### EXERCISE REQUIREMENTS
Starting from the line with "wallRatio: Number((analyzerMedianMs /", transcribe each line to the end of the records below. Copy them exactly and write nothing else.

DATA FOR PROCESSING: Begin

// Benchmark (issue 15): the analyzer against the script a careful analyst would write instead (bench/peer/summary.py,
// pandas/numpy), on the same seeded 1 000 000-row native log, in one paired run: the two alternate, five runs each,
// wall time from spawn to exit and each process's own peak resident memory. Checks that both give the same median,
// quartiles and nights, and that the analyzer's whole report still equals the reference one (requireSameReport). Needs Debian's python3-pandas, installed through apt-get when missing (as npm test does for
// chromium). Run through bench/run.ts (`npm run bench -- --only peer`) or alone: node_modules/.bin/tsx bench/peer.ts [rows].
import { spawn, spawnSync } from 'node:child_process';
import { existsSync, mkdirSync, readFileSync } from 'node:fs';
import { dirname, join } from 'node:path';
import { fileURLToPath } from 'node:url';
import { writeSyntheticLog } from '../packages/seeing-stats/src/node/index.js';
import { median, runMeasured } from './childProcess.ts';

const root = join(dirname(fileURLToPath(import.meta.url)), '..');
const monitor = { apertureMm: 60, baselineMm: 200, wavelengthNm: 500, response: 'z-tilt' as const };
const site = { latitudeDeg: -27.42, longitudeDeg: -70.15, elevationM: 2650 };
const SEED = 20_250_301; // the analyzer bench's log
/** Debian's own interpreter, which python3-pandas installs into (a python3 earlier on PATH, pyenv's say, may not see it). */
const PYTHON = existsSync('/usr/bin/python3') ? '/usr/bin/python3' : 'python3';
const FLAGS = ['--aperture-mm', String(monitor.apertureMm), '--baseline-mm', String(monitor.baselineMm), '--site-lat', String(site.latitudeDeg), '--site-lon', String(site.longitudeDeg)];

interface Figures {
  accepted: number;
  median: number;
  p25: number;
  p75: number;
  nights: number;
}

/** Debian's python3-pandas, installed through apt-get (as root, or through sudo) when python3 cannot import pandas. */
export function ensurePandas(): void {
  if (spawnSync(PYTHON, ['-c', 'import pandas, numpy'], { stdio: 'ignore' }).status === 0) return;
  console.log("bench peer: installing Debian's python3-pandas (apt-get)");
  const isRoot = typeof process.getuid === 'function' && process.getuid() === 0;
  const aptGet = (...args: string[]) =>
    spawnSync(isRoot ? 'apt-get' : 'sudo', isRoot ? args : ['apt-get', ...args], { stdio: 'inherit', env: { ...process.env, DEBIAN_FRONTEND: 'noninteractive' } }).status === 0;
  if (!aptGet('install', '-y', 'python3-pandas') && !(aptGet('update') && aptGet('install', '-y', 'python3-pandas'))) {
    throw new Error("Could not install python3-pandas with apt-get. Install Debian's python3-pandas package by hand (apt-get install -y python3-pandas) and run the bench again.");
  }
}

/** One run of the peer script: wall time (spawn to exit) and the peak memory it reports on stderr. */
function runPeer(logPath: string): Promise<{ wallMs: number; peakRssMb: number; cpuMs: number; figures: Figures }> {
  return new Promise((resolve, reject) => {
    const startedMs = performance.now();
    const child = spawn(PYTHON, [join(root, 'bench', 'peer', 'summary.py'), logPath, ...FLAGS], { cwd: root, stdio: ['ignore', 'pipe', 'pipe'] });
    const stdout: Buffer[] = [];
    const stderr: Buffer[] = [];
    child.stdout.on('data', (chunk: Buffer) => stdout.push(chunk));
    child.stderr.on('data', (chunk: Buffer) => stderr.push(chunk));
    child.on('error', reject);
    child.on('close', (exitCode) => {
      const wallMs = performance.now() - startedMs;
      const errorText = Buffer.concat(stderr).toString('utf8');
      if (exitCode !== 0) return reject(new Error(`bench/peer/summary.py exited with ${String(exitCode)}: ${errorText.slice(0, 800)}`));
      const report = JSON.parse(Buffer.concat(stdout).toString('utf8')) as { accepted: number; nights: number; seeing: { median: number; p25: number; p75: number } };
      const usage = JSON.parse(errorText.trim().split('\n').pop() ?? '{}') as { maxRssKb?: number; cpuMs?: number };
      resolve({ wallMs, peakRssMb: (usage.maxRssKb ?? Number.NaN) / 1024, cpuMs: usage.cpuMs ?? Number.NaN, figures: { accepted: report.accepted, nights: report.nights, ...report.seeing } });
    });
  });
}

async function runAnalyzer(logPath: string): Promise<{ wallMs: number; peakRssMb: number; cpuMs: number; figures: Figures; report: unknown }> {
  const result = await runMeasured([join(root, 'scripts', 'analyze.mjs'), logPath, '--json', ...FLAGS], root);
  if (result.exitCode !== 0) throw new Error(`the analyzer exited with ${String(result.exitCode)}: ${result.stderr.slice(0, 500)}`);
  const report = JSON.parse(result.stdout) as { samples: { accepted: number }; nights: number; seeing: { median: number; p25: number; p75: number } };
  return {
    wallMs: result.wallMs,
    peakRssMb: result.peakRssMb,
    cpuMs: result.cpuMs,
    figures: { accepted: report.samples.accepted, nights: report.nights, median: report.seeing.median, p25: report.seeing.p25, p75: report.seeing.p75 },
    report,
  };
}

/** Relative tolerance of the exactness check: the same numbers as the reference, to rounding in the last bits at most. */
const EXACT_TOLERANCE = 1e-12;
/** The one report field that depends on the day it runs (the plausible times end one day after now). */
const DAY_DEPENDENT = '.plausibility.latestTimeUtc';

/**
 * The analyzer's whole JSON report against the one the analyzer gave on the same log before the speed work of
 * issue 15 (bench/peer/reference/analyzer-N-rows.json, written by main at b0c1ac6): every number within
 * EXACT_TOLERANCE relative (absolute below 1), every other value equal, no field or list item missing (fields added
 * to the report since, by new features, are not compared). Returns how many numbers
 * were compared, or null when there is no reference for this row count; throws naming the first difference.
 */
export function requireSameReport(report: unknown, rows: number): number | null {
  const referencePath = join(root, 'bench', 'peer', 'reference', `analyzer-${rows}-rows.json`);
  if (!existsSync(referencePath)) return null;
  const reference: unknown = JSON.parse(readFileSync(referencePath, 'utf8'));
  let numbers = 0;
  const differences: string[] = [];
  const walk = (expected: unknown, got: unknown, path: string): void => {
    if (path === DAY_DEPENDENT || differences.length >= 5) return;
    if (typeof expected === 'number' && typeof got === 'number') {
      numbers += 1;
      if (!(expected === got || Math.abs(expected - got) <= EXACT_TOLERANCE * Math.max(1, Math.abs(expected)))) differences.push(`${path}: ${expected} before, ${got} now`);
      return;
    }
    if (expected === null || got === null || typeof expected !== 'object' || typeof got !== 'object') {
      if (expected !== got) differences.push(`${path}: ${JSON.stringify(expected)} before, ${JSON.stringify(got)} now`);
      return;
    }
    if (Array.isArray(expected) !== Array.isArray(got)) {
      differences.push(`${path}: ${Array.isArray(expected) ? 'a list' : 'an object'} before, not now`);
      return;
    }
    // Every field of the reference, in the report too (a field added to the report since, by a new feature, is not compared).
    const keys = Array.isArray(expected) ? [...new Set([...Object.keys(expected), ...Object.keys(got)])] : Object.keys(expected);
    for (const key of keys) walk((expected as Record<string, unknown>)[key], (got as Record<string, unknown>)[key], `${path}.${key}`);
  };
  walk(reference, report, '');
  if (differences.length > 0) {
    throw new Error(`the analyzer's report differs from bench/peer/reference/analyzer-${rows}-rows.json (today's statistics must stay exact): ${differences.join('; ')}`);
  }
  return numbers;
}

/** Same median, quartiles (to 1e-9 relative: numpy's and V8's powers may differ in the last bit) and nights, or an error naming the figure. */
function requireAgreement(analyzer: Figures, peer: Figures): void {
  const close = (left: number, right: number) => Math.abs(left - right) <= 1e-9 * Math.abs(left);
  for (const key of ['median', 'p25', 'p75'] as const) {
    if (!close(analyzer[key], peer[key])) throw new Error(`the analyzer and the pandas peer disagree on ${key}: ${analyzer[key]} against ${peer[key]}`);
  }
  if (analyzer.nights !== peer.nights || analyzer.accepted !== peer.accepted) {
    throw new Error(`the analyzer and the pandas peer disagree: nights ${analyzer.nights} against ${peer.nights}, samples ${analyzer.accepted} against ${peer.accepted}`);
  }
}

export async function run(options: { rows: number; runs?: number }): Promise<Record<string, number | string>> {
  const runs = options.runs ?? 5;
  ensurePandas();
  const outDir = join(root, 'bench', 'out');
  mkdirSync(outDir, { recursive: true });
  const logPath = join(outDir, `native-${options.rows}-rows-seed-${SEED}-from-2018.csv`);
  if (!existsSync(logPath)) {
    const nights = Math.ceil(options.rows / 300) + 30;
    await writeSyntheticLog(logPath, { seed: SEED, site, startDate: '2018-01-01', nights, medianSeeingArcsec: 0.75, monitor, badRowEvery: 997, maxRows: options.rows });
  }
  // One untimed run each (builds the analyzer bundle when stale, warms the file cache), then alternate.
  const warmAnalyzer = await runAnalyzer(logPath);
  const warmPeer = await runPeer(logPath);
  requireAgreement(warmAnalyzer.figures, warmPeer.figures);
  const numbersCompared = requireSameReport(warmAnalyzer.report, options.rows);
  const analyzerWall: number[] = [];
  const peerWall: number[] = [];
  const analyzerRss: number[] = [];
  const peerRss: number[] = [];
  const analyzerCpu: number[] = [];
  const peerCpu: number[] = [];
  const pairs: string[] = [];
  for (let attempt = 0; attempt < runs; attempt += 1) {
    const analyzer = await runAnalyzer(logPath);
    const peer = await runPeer(logPath);
    requireAgreement(analyzer.figures, peer.figures);
    requireSameReport(analyzer.report, options.rows);
    analyzerWall.push(analyzer.wallMs);
    peerWall.push(peer.wallMs);
    analyzerRss.push(analyzer.peakRssMb);
    peerRss.push(peer.peakRssMb);
    analyzerCpu.push(analyzer.cpuMs);
    peerCpu.push(peer.cpuMs);
    pairs.push(`${Math.round(analyzer.wallMs)}/${Math.round(peer.wallMs)} ms = ${(analyzer.wallMs / peer.wallMs).toFixed(2)}`);
    console.log(
      `  pair ${attempt + 1}: analyzer ${Math.round(analyzer.wallMs)} ms (CPU ${Math.round(analyzer.cpuMs)} ms) ${Math.round(analyzer.peakRssMb)} MB, pandas ${Math.round(peer.wallMs)} ms (CPU ${Math.round(peer.cpuMs)} ms) ${Math.round(peer.peakRssMb)} MB, wall ratio ${(analyzer.wallMs / peer.wallMs).toFixed(2)}`,
    );
  }
  const pandasVersion = spawnSync(PYTHON, ['-c', 'import pandas, numpy, sys; print(pandas.__version__, numpy.__version__, sys.version.split()[0])'], { encoding: 'utf8' }).stdout.trim().split(' ');
  const analyzerMedianMs = median(analyzerWall);
  const peerMedianMs = median(peerWall);
  return {
    rows: options.rows,
    runs,
    analyzerMedianWallMs: Math.round(analyzerMedianMs),
    peerMedianWallMs: Math.round(peerMedianMs),
    wallRatio: Number((analyzerMedianMs / peerMedianMs).toFixed(2)),
    pairRatios: pairs.join('; '),
    // CPU time (user + system, all threads) as each process measured itself: on a machine shared with other work
    // the wall times also hold other processes' turns, the CPU times much less so.
    analyzerMedianCpuMs: Math.round(median(analyzerCpu)),
    peerMedianCpuMs: Math.round(median(peerCpu)),
    cpuRatio: Number((median(analyzerCpu) / median(peerCpu)).toFixed(2)),
    analyzerPeakRssMb: Math.round(Math.max(...analyzerRss)),
    peerPeakRssMb: Math.round(Math.max(...peerRss)),
    memoryRatio: Number((Math.max(...analyzerRss) / Math.max(...peerRss)).toFixed(2)),
    medianSeeingArcsec: Number(warmAnalyzer.figures.median.toFixed(6)),
    nights: warmAnalyzer.figures.nights,
    agreement: 'median, p25, p75 within 1e-9 relative; nights and accepted samples equal (checked on every run)',
    exactness:
      numbersCompared === null
        ? `not checked: no reference report for ${options.rows} rows in bench/peer/reference/`
        : `the whole JSON report equals bench/peer/reference/analyzer-${options.rows}-rows.json (the analyzer before issue 15's speed work): ${numbersCompared} numbers within ${EXACT_TOLERANCE} relative, every other value equal (checked on every run)`,
    peer: `${PYTHON} bench/peer/summary.py (pandas ${pandasVersion[0] ?? '?'}, numpy ${pandasVersion[1] ?? '?'}, Python ${pandasVersion[2] ?? '?'})`,
    analyzer: 'node scripts/analyze.mjs <log> --json --aperture-mm 60 --baseline-mm 200 --site-lat -27.42 --site-lon -70.15',
    loadAverage1Min: Number((await import('node:os')).loadavg()[0]?.toFixed(1)),
    runAt: new Date().toISOString(),
  };
}

if (process.argv[1] && fileURLToPath(import.meta.url) === process.argv[1]) {
  console.log(await run({ rows: Number(process.argv[2] ?? 1_000_000), runs: Number(process.argv[3] ?? 5) }));
}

DATA FOR PROCESSING: End

### TASK SOLUTION
    wallRatio: Number((analyzerMedianMs / peerMedianMs).toFixed(2)),
    pairRatios: pairs.join('; '),
    // CPU time (user + system, all threads) as each process measured itself: on a machine shared with other work
    // the wall times also hold other processes' turns, the CPU times much less so.
    analyzerMedianCpuMs: Math.round(median(analyzerCpu)),
    peerMedianCpuMs: Math.round(median(peerCpu)),
    cpuRatio: Number((median(analyzerCpu) / median(peerCpu)).toFixed(2)),
    analyzerPeakRssMb: Math.round(Math.max(...analyzerRss)),
    peerPeakRssMb: Math.round(Math.max(...peerRss)),
    memoryRatio: Number((Math.max(...analyzerRss) / Math.max(...peerRss)).toFixed(2)),
    medianSeeingArcsec: Number(warmAnalyzer.figures.median.toFixed(6)),
    nights: warmAnalyzer.figures.nights,
    agreement: 'median, p25, p75 within 1e-9 relative; nights and accepted samples equal (checked on every run)',
    exactness:
      numbersCompared === null
        ? `not checked: no reference report for ${options.rows} rows in bench/peer/reference/`
        : `the whole JSON report equals bench/peer/reference/analyzer-${options.rows}-rows.json (the analyzer before issue 15's speed work): ${numbersCompared} numbers within ${EXACT_TOLERANCE} relative, every other value equal (checked on every run)`,
    peer: `${PYTHON} bench/peer/summary.py (pandas ${pandasVersion[0] ?? '?'}, numpy ${pandasVersion[1] ?? '?'}, Python ${pandasVersion[2] ?? '?'})`,
    analyzer: 'node scripts/analyze.mjs <log> --json --aperture-mm 60 --baseline-mm 200 --site-lat -27.42 --site-lon -70.15',
    loadAverage1Min: Number((await import('node:os')).loadavg()[0]?.toFixed(1)),
    runAt: new Date().toISOString(),
  };
}

if (process.argv[1] && fileURLToPath(import.meta.url) === process.argv[1]) {
  console.log(await run({ rows: Number(process.argv[2] ?? 1_000_000), runs: Number(process.argv[3] ?? 5) }));
}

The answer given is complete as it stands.